Fillon est, là encore, dans le même bateau. Il prétendra bien sûr avoir été obligé, en tant que premier ministre, à suivre un programme qui n’était pas le sien, oubliant qu’à « fermer sa gueule », il pouvait opposer une démission médiatiquement pratique et qui aurait marqué les esprits. Et le programme qu’il présente s’éparpille entre bonnes intentions, annonces floues et vœux pieux impraticables dans un pays serré comme une cocotte-minute sur un feu d’enfer.
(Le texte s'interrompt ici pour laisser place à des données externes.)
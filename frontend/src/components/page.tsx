/** A page: where it is, its title and state, its one main action always at the same place, then its content. */
import { Box, Link as MuiLink, Stack, Typography } from '@mui/material';
import { useEffect, type ReactNode } from 'react';
import { Link } from 'react-router-dom';

export interface Crumb { label: string; to?: string }

export function Page({ title, crumbs = [], state, action, children }: { title: string; crumbs?: readonly Crumb[]; state?: ReactNode; action?: ReactNode; children: ReactNode }) {
  useEffect(() => {
    document.title = `${title} · Strainwright`;
  }, [title]);
  return (
    <Stack spacing={3}>
      <Box>
        {crumbs.length > 0 && (
          <Box component="nav" aria-label="Where you are" sx={{ fontSize: '0.8125rem', color: 'text.secondary' }}>
            {crumbs.map((crumb, i) => (
              <span key={crumb.label}>{i > 0 && ' › '}{crumb.to === undefined ? crumb.label : <MuiLink component={Link} to={crumb.to} color="inherit">{crumb.label}</MuiLink>}</span>
            ))}
          </Box>
        )}
        <Box sx={{ display: 'flex', alignItems: 'center', flexWrap: 'wrap', gap: 2, minHeight: 48 }}>
          <Typography variant="h1" sx={{ overflowWrap: 'anywhere' }}>{title}</Typography>
          {state}
          <Box sx={{ ml: 'auto', display: 'flex', gap: 1, flexWrap: 'wrap' }} className="no-print">{action}</Box>
        </Box>
      </Box>
      {children}
    </Stack>
  );
}

/** A titled part of a page, set off by a hairline. */
export function Section({ title, action, children }: { title: string; action?: ReactNode; children: ReactNode }) {
  return (
    <Box component="section" aria-label={title} sx={{ borderTop: '1px solid', borderColor: 'divider', pt: 2 }}>
      <Box sx={{ display: 'flex', alignItems: 'center', gap: 2, mb: 1.5, flexWrap: 'wrap' }}>
        <Typography variant="h2">{title}</Typography>
        {action !== undefined && <Box sx={{ ml: 'auto', display: 'flex', gap: 1 }}>{action}</Box>}
      </Box>
      {children}
    </Box>
  );
}

/** Names beside values. */
export function Facts({ facts }: { facts: readonly (readonly [string, ReactNode])[] }) {
  return (
    <Box component="dl" sx={{ display: 'grid', gridTemplateColumns: { xs: '1fr', sm: 'max-content 1fr' }, columnGap: 3, rowGap: 0.5, m: 0 }}>
      {facts.map(([name, value]) => (
        <Box key={name} sx={{ display: 'contents' }}>
          <Typography component="dt" color="textSecondary">{name}</Typography>
          <Typography component="dd" sx={{ m: 0, overflowWrap: 'anywhere', mb: { xs: 1, sm: 0 } }}>{value}</Typography>
        </Box>
      ))}
    </Box>
  );
}
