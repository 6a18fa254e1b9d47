/** Cells of a raw file to numbers, by the file's own decimal sign; time stamps to seconds. */
export type DecimalSign = '.' | ',';

const NUMBER = { '.': /^[+-]?(\d+\.?\d*|\.\d+)([eE][+-]?\d+)?$/, ',': /^[+-]?(\d+,?\d*|,\d+)([eE][+-]?\d+)?$/ };
const CLOCK = /^(?:\d{4}-\d{2}-\d{2}[T ]|\d{1,2}[./]\d{1,2}[./]\d{2,4} )?(\d{1,2}):(\d{2}):(\d{2}(?:[.,]\d+)?)Z?$/;

/** NaN when the cell is no number. */
export function cellNumber(cell: string, decimal: DecimalSign): number {
  const text = cell.trim();
  if (text === '' || !NUMBER[decimal].test(text)) return Number.NaN;
  return Number(decimal === ',' ? text.replace(',', '.') : text);
}

/** Seconds of the day of `hh:mm:ss.sss`, with or without a date before it; NaN when it is no time stamp. */
export function clockSeconds(cell: string): number {
  const match = CLOCK.exec(cell.trim());
  if (match === null) return Number.NaN;
  return Number(match[1]) * 3600 + Number(match[2]) * 60 + Number((match[3] ?? '').replace(',', '.'));
}

/** A number or, failing that, a time stamp in seconds. */
export function cellValue(cell: string, decimal: DecimalSign): number {
  const value = cellNumber(cell, decimal);
  return Number.isNaN(value) ? clockSeconds(cell) : value;
}
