const readingCases: Case[] = [
  { what: 'an empty list of readings', send: () => lab.technician.raw('POST', readingsPath(), []), status: 422 },
  { what: 'readings that are no list', send: () => lab.technician.raw('POST', readingsPath(), { value: 1 }), status: 422 },
  { what: 'JSON cut short', send: () => lab.technician.raw('POST', readingsPath(), '[{"quantity":'), status: 400 },
  { what: 'a unit nobody knows', send: reading({ unit: 'furlong' }), status: 422, field: '0.unit' },
  { what: 'a mass unit for a length', send: reading({ unit: 'g' }), status: 422, field: '0.unit' },
  { what: 'a negative length', send: reading({ value: -50 }), status: 422, field: '0.value' },
  { what: 'a length of zero', send: reading({ value: 0 }), status: 422, field: '0.value' },
  { what: 'a mass of zero (density of zero)', send: () => reading({ quantity: 'mass', unit: 'g', value: 0, instrumentId: lab.instruments.balance })(), status: 422, field: '0.value' },
  { what: 'letters for a number', send: reading({ value: 'fifty' }), status: 422, field: '0.value' },
  { what: 'a null value (NaN on the wire)', send: reading({ value: null }), status: 422, field: '0.value' },
  { what: 'infinity', send: () => lab.technician.raw('POST', readingsPath(), `[{"quantity":"length","station":1,"value":1e999,"unit":"mm","instrumentId":"${lab.instruments.caliper}"}]`), status: 422, field: '0.value' },
  { what: 'an unknown instrument', send: reading({ instrumentId: unknownId }), status: 422, field: '0.instrumentId' },
  { what: 'an instrument id that is none', send: reading({ instrumentId: 'caliper' }), status: 422, field: '0.instrumentId' },
  { what: 'a balance for a length', send: () => reading({ instrumentId: lab.instruments.balance })(), status: 422, field: '0.instrumentId' },
  { what: 'a quantity nobody knows', send: reading({ quantity: 'girth' }), status: 422, field: '0.quantity' },
  { what: 'a diameter on station 0', send: reading({ quantity: 'diameter', station: 0 }), status: 422, field: '0.station' },
  { what: 'a station of 1.5', send: reading({ station: 1.5 }), status: 422, field: '0.station' },
  { what: 'a field nobody asked for', send: reading({ colour: 'blue' }), status: 422 },
  { what: 'one bad reading among good ones', send: () => lab.technician.raw('POST', readingsPath(), [...cylinderReadings(lab, { length: 50, diameter: 25, mass: 66 }), { quantity: 'length', station: 9, value: -1, unit: 'mm', instrumentId: lab.instruments.caliper }]), status: 422, field: '7.value' },
  { what: '501 readings at once', send: () => lab.technician.raw('POST', readingsPath(), Array.from({ length: 501 }, () => ({ quantity: 'length', station: 1, value: 50, unit: 'mm', instrumentId: lab.instruments.caliper }))), status: 422 },
  { what: 'a specimen that is not there', send: () => lab.technician.raw('POST', `/api/specimens/${unknownId}/readings`, cylinderReadings(lab, { length: 50, diameter: 25, mass: 66 })), status: 404 },
  { what: 'a specimen id that is none', send: () => lab.technician.raw('POST', '/api/specimens/7/readings', cylinderReadings(lab, { length: 50, diameter: 25, mass: 66 })), status: 404 },
];
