/** Raw bytes to columns: rows named that cannot be read, blocks and footers passed over, the same however the bytes are cut. */
import type { Layout } from '../contract/runs';
import { ColumnReader, readDelimited, type ReadColumns } from './read-columns';

const layout = (change: Partial<Layout> = {}): Layout => ({
  format: 'delimited', encoding: 'utf-8', delimiter: ';', decimal: ',', sheet: '', headingRow: 0, unitsRow: null, firstDataRow: 1,
  columns: [
    { column: 0, heading: 'Zeit', channel: 'time', unit: 's', sign: 1 },
    { column: 1, heading: 'Weg', channel: 'ignore', unit: 'mm', sign: 1 },
    { column: 2, heading: 'Kraft', channel: 'force', unit: 'kN', sign: -1 },
  ],
  ...change,
});

async function* inPieces(bytes: Uint8Array, size: number): AsyncGenerator<Uint8Array> {
  for (let i = 0; i < bytes.length; i += size) yield bytes.subarray(i, i + size);
}
const read = (text: string, change: Partial<Layout> = {}, size = 1 << 16): Promise<ReadColumns> => readDelimited(inPieces(new TextEncoder().encode(text), size), layout(change));
const valuesOf = ({ columns }: ReadColumns) => columns.map((c) => [...c.values]);

describe('columns of a text', () => {
  const text = 'Zeit;Weg;Kraft\r\n0,0;1;-1,5\r\n0,1;2;-2,25\r\n0,2;3;-3e-3\r\n';

  it('are the mapped ones, as the file has them: neither unit nor sign applied', async () => {
    const found = await read(text);
    expect(valuesOf(found)).toEqual([[0, 0.1, 0.2], [-1.5, -2.25, -0.003]]);
    expect(found).toMatchObject({ rows: 3, problemCount: 0, skippedRows: 0 });
  });

  it.each([1, 2, 3, 5, 7, 64])('are the same from pieces of %d bytes', async (size) => {
    expect(valuesOf(await read(text, {}, size))).toEqual(valuesOf(await read(text)));
  });

  it.each(['\n', '\r\n', '\r'])('are the same with line ends %j', async (end) => {
    expect(valuesOf(await read(text.replaceAll('\r\n', end), {}, 4))).toEqual(valuesOf(await read(text)));
  });

  it.each(['utf-16le', 'utf-16be'] as const)('are the same in %s, cut within characters', async (encoding) => {
    const bytes = Buffer.from(`\ufeff${text}`, 'utf16le');
    const found = await readDelimited(inPieces(encoding === 'utf-16le' ? bytes : bytes.swap16(), 3), layout({ encoding }));
    expect(valuesOf(found)).toEqual([[0, 0.1, 0.2], [-1.5, -2.25, -0.003]]);
  });

  it('are read from quoted cells', async () => {
    expect(valuesOf(await read('"Zeit";"Weg";"Kraft"\n"0,5";"say ""2;3""";"7"\n'))).toEqual([[0.5], [7]]);
  });

  it('hold every digit that a double has', async () => {
    expect(valuesOf(await read('h\n0,1;;0,30000000000000004\n'))).toEqual([[0.1], [0.30000000000000004]]);
  });
});

describe('rows', () => {
  it('that repeat headings, are blank, or close the file are skipped and counted', async () => {
    const found = await read('Zeit;Weg;Kraft\n0;1;2\n\nBlock 2;;\nZeit;Weg;Kraft\ns;mm;kN\n------;------;------\n1;1;3\n\nEnd of test\n');
    expect(valuesOf(found)).toEqual([[0, 1], [2, 3]]);
    expect(found).toMatchObject({ problemCount: 0, skippedRows: 7 });
  });

  it('with letters in a number, an empty cell, NaN or an overload are named by the row an editor shows', async () => {
    const found = await read('Zeit;Weg;Kraft\n0;1;2\n1;1;2O\n2;1;\n3;1;NaN\nNaN;1;NaN\n5;;OVL\n6\n7;x;9\n');
    expect(valuesOf(found)).toEqual([[0, 7], [2, 9]]);
    expect(found.problems).toEqual([
      { row: 3, message: 'Kraft holds “2O”, not a number' },
      { row: 4, message: 'Kraft is empty' },
      { row: 5, message: 'Kraft holds “NaN”, not a number' },
      { row: 6, message: 'Kraft holds “NaN”, not a number' },
      { row: 7, message: 'Kraft holds “OVL”, not a number' },
      { row: 8, message: 'Kraft is empty' },
    ]);
  });

  it('written with another delimiter are named, not skipped', async () => {
    const found = await read('h\n0;1;2\n1,1,3\n2;1;4\n');
    expect(found).toMatchObject({ rows: 2, problemCount: 1, problems: [{ row: 3 }] });
  });

  it('beyond twenty are only counted', async () => {
    const found = await read(`h\n0;1;2\n${'1;1;x\n'.repeat(50)}`);
    expect(found.problems).toHaveLength(20);
    expect(found.problemCount).toBe(50);
  });
});

describe('time stamps', () => {
  const stamped = async (stamps: readonly string[]) => valuesOf(await read(`h\n${stamps.map((s) => `${s};1;2`).join('\n')}`, { decimal: '.' }))[0]?.map((t) => Math.round(t * 1000) / 1000);

  it.each<[string, string[], number[]]>([
    ['of the day', ['09:59:59.500', '10:00:00.250', '10:00:01.000'], [0, 0.75, 1.5]],
    ['with dates', ['2026-06-01T10:00:00.000Z', '2026-06-01T10:00:00.500Z'], [0, 0.5]],
    ['with dates and an offset', ['2026-06-01 10:00:00.000+02:00', '2026-06-01 10:00:00.500+02:00'], [0, 0.5]],
    ['with a date of the continent', ['01.06.2026 10:00:00,0', '01.06.2026 10:00:01,5'], [0, 1.5]],
    ['of twelve hours', ['11:59:59 AM', '12:00:01 PM', '1:00:00 PM'], [0, 2, 3601]],
    ['over midnight', ['23:59:59.5', '00:00:00.5'], [0, 1]],
    ['of a stopwatch', ['00:59.5', '01:00.0'], [0, 0.5]],
  ])('%s become seconds from the first', async (_, stamps, expected) => {
    expect(await stamped(stamps)).toEqual(expected);
  });

  it('in rows of numbers are no numbers', async () => {
    const found = await read('h\n0;1;2\n1;1;10:00:00\n');
    expect(found.problems).toEqual([{ row: 3, message: 'Kraft holds “10:00:00”, not a number' }]);
  });
});

describe('what cannot be read', () => {
  it('a line of more than 100 000 characters is refused', async () => {
    await expect(read(`h\n0;1;2\n${'9'.repeat(100_001)}`)).rejects.toMatchObject({ code: 'line-too-long' });
    await expect(read(`h\n${'9'.repeat(100_001)}\n0;1;2\n`, {}, 1000)).rejects.toMatchObject({ code: 'line-too-long' });
  });

  it('no readable row is refused, with the first fault named', async () => {
    await expect(read('h\n0;1;x\n1;1;y\n')).rejects.toMatchObject({ code: 'no-numbers', message: expect.stringContaining('Row 2: Kraft holds “x”') });
  });

  it('a layout that maps nothing is refused', () => {
    expect(() => new ColumnReader(layout({ columns: [{ column: 0, heading: '', channel: 'ignore', unit: '', sign: 1 }] }))).toThrow(expect.objectContaining({ code: 'column-missing' }));
  });
});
Qu’on puisse imaginer qu’il tienne, sondage après sondage, et conserve la même ligne relève plus de la pathologie que de la naïveté.
Quant à Juppé, son absence caractéristique de toute colonne vertébrale politique lui donne bien évidemment la possibilité de se couler dans un moule libéral qu’il abandonnera dès qu’il s’agira de prendre le pouvoir. C’est non seulement garanti sur facture, mais c’est même la seule raison pour laquelle certains Français le trouvent rassurant : tout le monde sait que son libéramimse est un air de flutiau aux accents somnifères, et qu’à la première contrariété (syndicale par exemple), il forcera le respect de l’électeur en restant droit dans ses bottes tout en retournant sa veste et en baissant son pantalon (ce qui, à 71 ans, démontrera bien l’absence de colonne vertébrale que j’évoquais plus tôt).
La réalité, crue, évidente, et hors des fards comiques d’une presse apeurée à l’idée de retrouver un président de droite, c’est qu’il n’y a aucune candidature libérale, tout justes des annonces pré-électorales de crédibilité nulle avec des épluchures d’un libéralisme douteux, qui auront l’immense praticité de se sublimer (i.e de passer du solide au gazeux sans même passer par le liquide) dès que les sondages d’opinion le commanderont.
Au-delà de l’évidente pignouferie de la presse, on n’assiste à rien d’autre qu’à une piètre tentative de faire de la droite un épouvantail néolibéral pour rassembler ce qui reste de gauche.
Ces élections s’annoncent consternantes.